Take the lines below from the first through the one that contains "const plain: UnitName" and copy them exactly.

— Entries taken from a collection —

○ ○ ○ ○

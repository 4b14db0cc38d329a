import type { Quantity } from '../definition.ts'
import { libraryUnit } from './unit-library.ts'

/** A unit as people write it, and as the unit library knows it. */
export interface UnitName {
  name: string
  /** For the unit library; absent where a plain factor serves. */
  mathjs?: string
  /** SI units in one of these, where it is not in the unit library. */
  factor?: number
  /** The unit that reads best from this SI value upwards. */
  from?: number
}

export interface QuantityInfo {
  /** "a flow", for sentences. */
  words: string
  /** The unit that the library computes in, as printed. */
  si: UnitName
  /** The units offered; the first is what a form starts with. */
  units: readonly UnitName[]
  example: string
}

const metre: UnitName = { name: 'm', mathjs: 'm' }
const plain: UnitName = { name: '', factor: 1 }

export const quantities: Readonly<Record<Quantity, QuantityInfo>> = {
  length: {
    words: 'a length',
    si: metre,
    units: [
      { name: 'mm', mathjs: 'mm' },
      { name: 'm', mathjs: 'm', from: 1 },
      { name: 'cm', mathjs: 'cm' },
      { name: 'in', mathjs: 'in' },
      { name: 'ft', mathjs: 'ft' },
      { name: 'km', mathjs: 'km', from: 10_000 },
    ],
    example: '110 mm',
  },
  volume: {
    words: 'a volume',
    si: { name: 'm³', mathjs: 'm^3' },
    units: [
      { name: 'L', mathjs: 'L' },
      { name: 'm³', mathjs: 'm^3', from: 1 },
      { name: 'ft³', mathjs: 'ft^3' },
      { name: 'US gal', mathjs: 'gal' },
    ],
    example: '80 L',
  },
  time: {
    words: 'a time',
    si: { name: 's', mathjs: 's' },
    units: [
      { name: 's', mathjs: 's' },
      { name: 'min', mathjs: 'minute' },
      { name: 'h', mathjs: 'hour' },
    ],
    example: '12.4 s',
  },
  head: { words: 'a head', si: metre, units: [metre, { name: 'ft', mathjs: 'ft' }], example: '34 m' },
  flow: {
    words: 'a flow',
    si: { name: 'm³/s', mathjs: 'm^3/s' },
    units: [
      { name: 'L/s', mathjs: 'L/s' },
      { name: 'm³/s', mathjs: 'm^3/s', from: 1 },
      { name: 'L/min', mathjs: 'L/minute' },
      { name: 'm³/h', mathjs: 'm^3/hour' },
      { name: 'ft³/s', mathjs: 'ft^3/s' },
      { name: 'US gal/min', mathjs: 'gal/minute' },
    ],
    example: '9.5 L/s',
  },
  velocity: {
    words: 'a speed',
    si: { name: 'm/s', mathjs: 'm/s' },
    units: [
      { name: 'm/s', mathjs: 'm/s' },
      { name: 'ft/s', mathjs: 'ft/s' },
      { name: 'km/h', mathjs: 'km/hour' },
    ],
    example: '26 m/s',
  },
  power: {
    words: 'a power',
    si: { name: 'W', mathjs: 'W' },
    units: [
      { name: 'W', mathjs: 'W' },
      { name: 'kW', mathjs: 'kW', from: 1000 },
      { name: 'MW', mathjs: 'MW', from: 1e6 },
      { name: 'hp', mathjs: 'hp' },
    ],
    example: '1.8 kW',
  },
  energy: {
    words: 'an energy',
    si: { name: 'J', mathjs: 'J' },
    units: [
      { name: 'kWh', mathjs: 'kWh' },
      { name: 'MWh', mathjs: 'MWh', from: 3.6e10 },
      { name: 'GWh', mathjs: 'GWh', from: 3.6e13 },
      { name: 'MJ', mathjs: 'MJ' },
      { name: 'J', mathjs: 'J' },
    ],
    example: '12 kWh',
  },
  pressure: {
    words: 'a pressure',
    si: { name: 'Pa', mathjs: 'Pa' },
    units: [
      { name: 'bar', mathjs: 'bar' },
      { name: 'kPa', mathjs: 'kPa' },
      { name: 'MPa', mathjs: 'MPa' },
      { name: 'psi', mathjs: 'psi' },
      { name: 'GPa', mathjs: 'GPa' },
      { name: 'mbar', mathjs: 'mbar' },
      { name: 'Pa', mathjs: 'Pa' },
    ],
    example: '3.3 bar',
  },
  density: {
    words: 'a density',
    si: { name: 'kg/m³', mathjs: 'kg/m^3' },
    units: [{ name: 'kg/m³', mathjs: 'kg/m^3' }],
    example: '1000 kg/m³',
  },
  dynamicViscosity: {
    words: 'a dynamic viscosity',
    si: { name: 'Pa·s', mathjs: 'Pa s' },
    units: [
      { name: 'mPa·s', mathjs: 'mPa s' },
      { name: 'Pa·s', mathjs: 'Pa s' },
    ],
    example: '1.3 mPa·s',
  },
  kinematicViscosity: {
    words: 'a kinematic viscosity',
    si: { name: 'm²/s', mathjs: 'm^2/s' },
    units: [
      { name: 'mm²/s', mathjs: 'mm^2/s' },
      { name: 'm²/s', mathjs: 'm^2/s' },
    ],
    example: '1.3 mm²/s',
  },
  temperature: {
    words: 'a temperature',
    si: { name: '°C', mathjs: 'degC' },
    units: [
      { name: '°C', mathjs: 'degC' },
      { name: '°F', mathjs: 'degF' },
    ],
    example: '10 °C',
  },
  rotation: {
    words: 'a rotational speed',
    si: { name: 'rev/min', mathjs: 'rpm' },
    units: [
      { name: 'rev/min', mathjs: 'rpm' },
      { name: 'rev/s', mathjs: 'Hz' },
    ],
    example: '1450 rev/min',
  },
  angle: {
    words: 'an angle',
    si: { name: '°', mathjs: 'deg' },
    units: [
      { name: '°', mathjs: 'deg' },
      { name: 'rad', mathjs: 'rad' },
    ],
    example: '45°',
  },
  area: {
    words: 'an area',
    si: { name: 'm²', mathjs: 'm^2' },
    units: [
      { name: 'mm²', mathjs: 'mm^2' },
      { name: 'm²', mathjs: 'm^2', from: 0.01 },
      { name: 'in²', mathjs: 'in^2' },
      { name: 'ft²', mathjs: 'ft^2' },
    ],
    example: '0.4 m²',
  },
  gradient: {
    words: 'a gradient',
    si: { name: 'm/m', factor: 1 },
    units: [
      { name: 'm per 100 m', factor: 0.01 },
      { name: 'm/m', factor: 1 },
      { name: '%', factor: 0.01 },
    ],
    example: '1.6 m per 100 m',
  },
  fraction: {
    words: 'a share',
    si: plain,
    units: [{ name: '%', factor: 0.01 }, plain],
    example: '55 %',
  },
  ratio: { words: 'a number', si: plain, units: [plain], example: '0.97' },
  count: { words: 'a number', si: plain, units: [plain], example: '2' },
  mass: {
    words: 'a mass',
    si: { name: 'kg', mathjs: 'kg' },
    units: [
      { name: 'kg', mathjs: 'kg' },
      { name: 'g', mathjs: 'g' },
      { name: 't', mathjs: 'tonne', from: 1000 },
      { name: 'lb', mathjs: 'lbm' },
    ],
    example: '2.5 kg',
  },
  force: {
    words: 'a force',
    si: { name: 'N', mathjs: 'N' },
    units: [
      { name: 'N', mathjs: 'N' },
      { name: 'kN', mathjs: 'kN', from: 1000 },
      { name: 'lbf', mathjs: 'lbf' },
    ],
    example: '3.1 kN',
  },
  temperatureDifference: {
    words: 'a difference of temperature',
    si: { name: 'K', factor: 1 },
    units: [{ name: 'K', factor: 1 }],
    example: '15 K',
  },
  thermalExpansion: {
    words: 'an expansion of each metre for each kelvin',
    si: { name: '1/K', factor: 1 },
    units: [
      { name: 'mm/(m·K)', factor: 0.001 },
      { name: '1/K', factor: 1 },
    ],
    example: '0.012 mm/(m·K)',
  },
  voltage: { words: 'a voltage', si: { name: 'V', mathjs: 'V' }, units: [{ name: 'V', mathjs: 'V' }], example: '48 V' },
  current: { words: 'a current', si: { name: 'A', mathjs: 'A' }, units: [{ name: 'A', mathjs: 'A' }], example: '16 A' },
  resistance: {
    words: 'a resistance',
    si: { name: 'Ω', mathjs: 'ohm' },
    units: [
      { name: 'Ω', mathjs: 'ohm' },
      { name: 'mΩ', factor: 0.001 },
    ],
    example: '0.4 Ω',
  },
  resistancePerMetre: {
    words: 'a resistance of each metre',
    si: { name: 'Ω/m', factor: 1 },
    units: [
      { name: 'Ω/km', factor: 0.001 },
      { name: 'Ω/m', factor: 1 },
    ],
    example: '1.15 Ω/km',
  },
  /** As cable tables print it: the calculators take it so. */
  resistancePerKm: {
    words: 'a resistance of each kilometre',
    si: { name: 'Ω/km', factor: 1 },
    units: [{ name: 'Ω/km', factor: 1 }],
    example: '1.15 Ω/km',
  },
  /** As cable is sold: the calculators take it so. */
  conductorArea: {
    words: 'a cross-section',
    si: { name: 'mm²', mathjs: 'mm^2' },
    units: [{ name: 'mm²', mathjs: 'mm^2' }],
    example: '16 mm²',
  },
  frequency: {
    words: 'a frequency',
    si: { name: 'Hz', mathjs: 'Hz' },
    units: [{ name: 'Hz', mathjs: 'Hz' }],
    example: '50 Hz',
  },
  voltsPerThousandRpm: {
    words: 'a voltage at 1000 rev/min',
    si: { name: 'V per 1000 rev/min', factor: 1 },
    units: [{ name: 'V per 1000 rev/min', factor: 1 }],
    example: '38 V per 1000 rev/min',
  },
  /** As meters show it: the calculators take it so. */
  conductivity: {
    words: 'a conductivity',
    si: { name: 'µS/cm', factor: 1 },
    units: [
      { name: 'µS/cm', factor: 1 },
      { name: 'mS/cm', factor: 1000 },
    ],
    example: '120 µS/cm',
  },
  saltCalibration: {
    words: 'a calibration',
    si: { name: 'mg/L per µS/cm', factor: 1 },
    units: [{ name: 'mg/L per µS/cm', factor: 1 }],
    example: '0.5 mg/L per µS/cm',
  },
  weirCoefficient: {
    words: 'a weir coefficient',
    si: { name: 'm^½/s', factor: 1 },
    units: [{ name: 'm^½/s', factor: 1 }],
    example: '1.7 m^½/s',
  },
  years: {
    words: 'a number of years',
    si: { name: 'years', factor: 1 },
    units: [{ name: 'years', factor: 1 }],
    example: '20 years',
  },
  /** Hours of a day or a year, as people count them. */
  hours: {
    words: 'a number of hours',
    si: { name: 'h', factor: 1 },
    units: [{ name: 'h', factor: 1 }],
    example: '4 h',
  },
  /** In whatever currency the prices are. */
  money: { words: 'an amount of money', si: plain, units: [plain], example: '2400' },
  pricePerKwh: {
    words: 'a price for each kWh',
    si: { name: 'per kWh', factor: 1 },
    units: [{ name: 'per kWh', factor: 1 }],
    example: '0.24 per kWh',
  },
  pricePerMetre: {
    words: 'a price for each metre',
    si: { name: 'per m', factor: 1 },
    units: [{ name: 'per m', factor: 1 }],
    example: '18 per m',
  },
}

/** The unit library knows turns only as hertz. */
const inLibrary = (value: number, mathjs: string) => libraryUnit(value, mathjs === 'rpm' ? 'Hz' : mathjs)
const turnsPerMinute = 60

/** Base dimensions as one text, to compare. */
const dimensionOf = (mathjs: string): string => inLibrary(1, mathjs).dimensions.join()

/** Multiplies a unit's number to SI (after `offset`), or says why it cannot. */
export interface Conversion {
  toSi(value: number): number
  fromSi(value: number): number
}

/** Takes the last bit of floating noise away: 600 L/min is 0.01 m³/s, not 0.010000000000000002. */
const round = (value: number): number => Number(value.toPrecision(15))

const linear = (factor: number): Conversion => ({
  toSi: (value) => round(value * factor),
  fromSi: (value) => round(value / factor),
})

const cached = new Map<string, Conversion>()

/** The conversion between a unit of the library's own spelling and a quantity's SI unit; undefined for another dimension or an unknown unit. */
export const conversion = (quantity: Quantity, unit: UnitName): Conversion | undefined => {
  const key = `${quantity} ${unit.name} ${unit.mathjs ?? ''}`
  const known = cached.get(key)
  if (known) return known
  const made = make(quantities[quantity].si, unit)
  if (made) cached.set(key, made)
  return made
}

const make = (si: UnitName, unit: UnitName): Conversion | undefined => {
  if (unit.factor !== undefined) return linear(unit.factor)
  if (si.mathjs === undefined || unit.mathjs === undefined) return undefined
  if (dimensionOf(si.mathjs) !== dimensionOf(unit.mathjs)) return undefined
  if (si.mathjs === 'rpm')
    return unit.mathjs === 'rpm' ? linear(1) : linear(turnsPerMinute * inLibrary(1, unit.mathjs).toNumber('Hz'))
  const from = unit.mathjs
  const to = si.mathjs
  const zero = inLibrary(0, from).toNumber(to)
  const one = inLibrary(1, from).toNumber(to)
  if (zero === 0) return linear(one)
  // A scale with another zero: the noise is that of the difference.
  return {
    toSi: (value) => Number(inLibrary(value, from).toNumber(to).toPrecision(12)),
    fromSi: (value) => Number(inLibrary(value, to).toNumber(from).toPrecision(12)),
  }
}

/** Which of the quantities the unit library's spelling measures, if any. */
export const quantityOf = (mathjs: string): Quantity | undefined => {
  const dimension = dimensionOf(mathjs)
  return (Object.keys(quantities) as Quantity[]).find((q) => {
    const si = quantities[q].si.mathjs
    return si !== undefined && dimensionOf(si) === dimension
  })
}

/** Whether the unit library knows this spelling. */
export const isUnit = (mathjs: string): boolean => {
  try {
    inLibrary(1, mathjs)
    return true
  } catch {
    return false
  }
}
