import { Logger } from '@nestjs/common'
import { ConfigService } from '@nestjs/config'
import { afterAll, beforeAll, beforeEach, describe, expect, it } from 'vitest'
import { openTestDatabase } from '../../test/create-test-app.ts'
import { readEnvironment } from '../config/environment.ts'
import type { DatabaseConnection } from '../database/connection.ts'
import { mails } from '../database/schema/mails.ts'
import { confirmAddressMail } from './messages.ts'
import { OutboxService, waitMinutes } from './outbox.service.ts'

let connection: DatabaseConnection
Logger.overrideLogger(false)
beforeAll(async () => {
  connection = await openTestDatabase()
})
afterAll(() => connection.close())
beforeEach(() => connection.database.delete(mails))

/** A mail server that takes mail or refuses it, as it is told. */
function serverThat(answer: (to: string) => Promise<void>) {
  const taken: { to: string; messageId: string }[] = []
  const sendMail = async (mail: { to: string; messageId: string }) => {
    await answer(mail.to)
    taken.push(mail)
  }
  const outbox = new OutboxService(
    connection.database,
    { sendMail } as unknown as ConstructorParameters<typeof OutboxService>[1],
    new ConfigService(readEnvironment({})),
  )
  return { outbox, taken }
}
const refuses = () => Promise.reject(new Error('451 try later'))
const takes = () => Promise.resolve()

const message = confirmAddressMail({ link: 'http://localhost:4310/confirm?token=x' })
const write = (outbox: OutboxService, to: string) =>
  connection.database.transaction((transaction) => outbox.add(transaction, to, message))
const kept = async () => (await connection.database.select().from(mails))[0]!
const makeDue = () => connection.database.update(mails).set({ nextTryAt: new Date(Date.now() - 1000) })

describe('the outbox', () => {
  it('sends what is due, once', async () => {
    const { outbox, taken } = serverThat(takes)
    await write(outbox, 'one@leatwright.test')
    await outbox.sendDue()
    await outbox.sendDue()
    expect(taken.map(({ to }) => to)).toEqual(['one@leatwright.test'])
    expect(await kept()).toMatchObject({ tries: 1, sentAt: expect.any(Date) as Date, deadAt: null })
  })

  it('keeps nothing of a transaction that failed', async () => {
    const { outbox } = serverThat(takes)
    const failing = connection.database.transaction(async (transaction) => {
      await outbox.add(transaction, 'one@leatwright.test', message)
      throw new Error('the cause failed')
    })
    await expect(failing).rejects.toThrow('the cause failed')
    expect(await connection.database.$count(mails)).toBe(0)
  })

  it('waits after a refusal, longer each time, and sends the same mail when the server takes it', async () => {
    const refusing = serverThat(refuses)
    await write(refusing.outbox, 'one@leatwright.test')
    const waits: number[] = []
    for (let tries = 0; tries < 3; tries++) {
      await makeDue()
      await refusing.outbox.sendDue()
      waits.push((await kept()).nextTryAt.getTime() - Date.now())
    }
    expect(waits).toEqual(waits.toSorted((a, b) => a - b))
    expect(await kept()).toMatchObject({ tries: 3, sentAt: null, deadAt: null, lastError: '451 try later' })

    const taking = serverThat(takes)
    await taking.outbox.sendDue()
    expect(taking.taken).toEqual([])
    await makeDue()
    await taking.outbox.sendDue()
    expect(taking.taken[0]!.messageId).toBe(`<${(await kept()).id}@leatwright>`)
    expect(await kept()).toMatchObject({ tries: 4, sentAt: expect.any(Date) as Date, lastError: null })
  })

  it('gives a mail up after the last try and never tries it again', async () => {
    const refusing = serverThat(refuses)
    await write(refusing.outbox, 'one@leatwright.test')
    for (let tries = 0; tries <= waitMinutes.length; tries++) {
      await makeDue()
      await refusing.outbox.sendDue()
    }
    expect(await kept()).toMatchObject({ tries: waitMinutes.length + 1, deadAt: expect.any(Date) as Date })
    const taking = serverThat(takes)
    await makeDue()
    await taking.outbox.sendDue()
    expect(taking.taken).toEqual([])
  })

  it('sends the others when one is refused', async () => {
    const { outbox, taken } = serverThat((to) => (to.startsWith('refused') ? refuses() : takes()))
    await write(outbox, 'refused@leatwright.test')
    await write(outbox, 'taken@leatwright.test')
    await outbox.sendDue()
    expect(taken.map(({ to }) => to)).toEqual(['taken@leatwright.test'])
  })

  it('is not sent by two at once', async () => {
    const first = serverThat(takes)
    const second = serverThat(takes)
    for (let n = 0; n < 5; n++) await write(first.outbox, `learner-${n}@leatwright.test`)
    await Promise.all([first.outbox.sendDue(), second.outbox.sendDue()])
    expect(first.taken.length + second.taken.length).toBe(5)
  })

  it('finishes what it is sending before the server stops', async () => {
    let release = () => {}
    const { outbox, taken } = serverThat(() => new Promise((resolve) => (release = resolve)))
    await write(outbox, 'one@leatwright.test')
    outbox.nudge()
    while ((await kept()).tries === 0) await new Promise((resolve) => setTimeout(resolve, 5))
    const stopped = outbox.onModuleDestroy()
    release()
    await stopped
    expect(taken).toHaveLength(1)
    expect((await kept()).sentAt).not.toBeNull()
  })
})

describe('a message', () => {
  it('says the same as text and as HTML', () => {
    expect(message.text).toContain('http://localhost:4310/confirm?token=x')
    expect(message.html).toContain('href="http://localhost:4310/confirm?token=x"')
  })
})
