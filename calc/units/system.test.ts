import { afterEach, expect, test } from 'vitest'
import { fieldText, format, join, say } from './format.ts'
import { showUnitsOf } from './system.ts'

afterEach(() => showUnitsOf('metric'))

test('results, ranges and cautions are said in the units of the system that is shown', () => {
  expect(say(30.48, 'head')).toBe('30.48\u00a0m')
  showUnitsOf('imperial')
  expect(say(30.48, 'head')).toBe('100\u00a0ft')
  expect(say(0.0254, 'length')).toBe('1\u00a0in')
  expect(say(30.48, 'length', 'm')).toBe('100\u00a0ft')
  expect(join(format(0.0063090196, 'flow'))).toBe('100\u00a0US gal/min')
  expect(join(format(10, 'temperature'))).toBe('50.0\u00a0°F')
})

test('what has no unit of the other system keeps its own', () => {
  showUnitsOf('imperial')
  expect(say(48, 'voltage')).toBe('48\u00a0V')
  expect(say(2000, 'power')).toBe('2\u00a0kW')
  expect(say(16, 'conductorArea')).toBe('16\u00a0mm²')
})

test('a field is written in the unit that it has', () => {
  showUnitsOf('imperial')
  expect(fieldText(0.0968, 'length', 'mm')).toBe('96.8')
})
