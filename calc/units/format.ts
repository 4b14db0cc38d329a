import type { Quantity } from '../definition.ts'
import { conversion, quantities, type UnitName } from './quantities.ts'
import { shownUnit } from './system.ts'

const superscripts: Record<string, string> = {
  '-': '⁻',
  '0': '⁰',
  '1': '¹',
  '2': '²',
  '3': '³',
  '4': '⁴',
  '5': '⁵',
  '6': '⁶',
  '7': '⁷',
  '8': '⁸',
  '9': '⁹',
}

/** Space that groups thousands from 10 000 up, as ISO 80000-1 writes them. */
const thinSpace = '\u00a0'

const group = (whole: string): string => (whole.length < 5 ? whole : whole.replace(/\B(?=(\d{3})+$)/g, thinSpace))

/** A number to so many significant digits: 3.84, 95 700, 1.5 × 10⁻⁶. */
export const formatNumber = (value: number, digits: number): string => {
  if (value === 0) return '0'
  const rounded = Number(value.toPrecision(digits))
  const size = Math.abs(rounded)
  if (size < 1e-4 || size >= 1e8) {
    const [mantissa, exponent] = rounded.toExponential(digits - 1).split('e')
    return `${mantissa!.replace('-', '−')} × 10${[...String(Number(exponent))].map((c) => superscripts[c]).join('')}`
  }
  const decimals = Math.max(0, digits - 1 - Math.floor(Math.log10(size)))
  const [whole, fraction] = size.toFixed(decimals).split('.')
  return `${rounded < 0 ? '−' : ''}${group(whole!)}${fraction ? `.${fraction}` : ''}`
}

const unitNamed = (quantity: Quantity, name: string): UnitName => {
  const { units, si } = quantities[quantity]
  const named = [...units, si].find((unit) => unit.name === name)
  if (!named) throw new RangeError(`no unit "${name}" for ${quantity}`)
  return named
}

/** The unit in which a value of this quantity reads best, or the one that is asked for by name; in the system that is shown. */
export const unitFor = (quantity: Quantity, value: number, name?: string): UnitName => {
  const { units } = quantities[quantity]
  const best =
    name ??
    units.reduce((best, unit) => (unit.from !== undefined && Math.abs(value) >= unit.from ? unit : best), units[0]!)
      .name
  return unitNamed(quantity, shownUnit(quantity, best))
}

export interface Shown {
  text: string
  unit: string
}

/** An SI value as it is shown: digits and unit apart. */
export const format = (
  value: number,
  quantity: Quantity,
  { digits = 3, unit }: { digits?: number; unit?: string } = {},
): Shown => {
  const shownIn = unitFor(quantity, value, unit)
  const number = conversion(quantity, shownIn)!.fromSi(value)
  return {
    text: quantity === 'count' ? group(String(Number(number.toPrecision(6)))) : formatNumber(number, digits),
    unit: shownIn.name,
  }
}

/** Digits and unit as one text; ° stands close to its number. */
export const join = ({ text, unit }: Shown): string =>
  unit === '' || unit === '°' ? text + unit : `${text}\u00a0${unit}`

/** An SI value without more digits than it has: for ranges, fields and questions ("12 m", "0.05 mm"). */
export const say = (value: number, quantity: Quantity, unit?: string): string => {
  const shownIn = unitFor(quantity, value, unit)
  return join({ text: fieldText(value, quantity, shownIn.name), unit: shownIn.name })
}

/** An SI value as a field starts with it, in the unit named; every digit that matters and no more. */
export const fieldText = (value: number, quantity: Quantity, unit: string): string => {
  const number = Number(conversion(quantity, unitNamed(quantity, unit))!.fromSi(value).toPrecision(12))
  const size = Math.abs(number)
  return size !== 0 && (size < 1e-6 || size >= 1e15) ? number.toExponential() : String(number)
}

○ ○ ○ ○

— SOLUTION —
repository 4b14db0cc38d329a
import type { Quantity } from '../definition.ts'
import { libraryUnit } from './unit-library.ts'

/** A unit as people write it, and as the unit library knows it. */
export interface UnitName {
  name: string
  /** For the unit library; absent where a plain factor serves. */
  mathjs?: string
  /** SI units in one of these, where it is not in the unit library. */
  factor?: number
  /** The unit that reads best from this SI value upwards. */
  from?: number
}

export interface QuantityInfo {
  /** "a flow", for sentences. */
  words: string
  /** The unit that the library computes in, as printed. */
  si: UnitName
  /** The units offered; the first is what a form starts with. */
  units: readonly UnitName[]
  example: string
}

const metre: UnitName = { name: 'm', mathjs: 'm' }
const plain: UnitName = { name: '', factor: 1 }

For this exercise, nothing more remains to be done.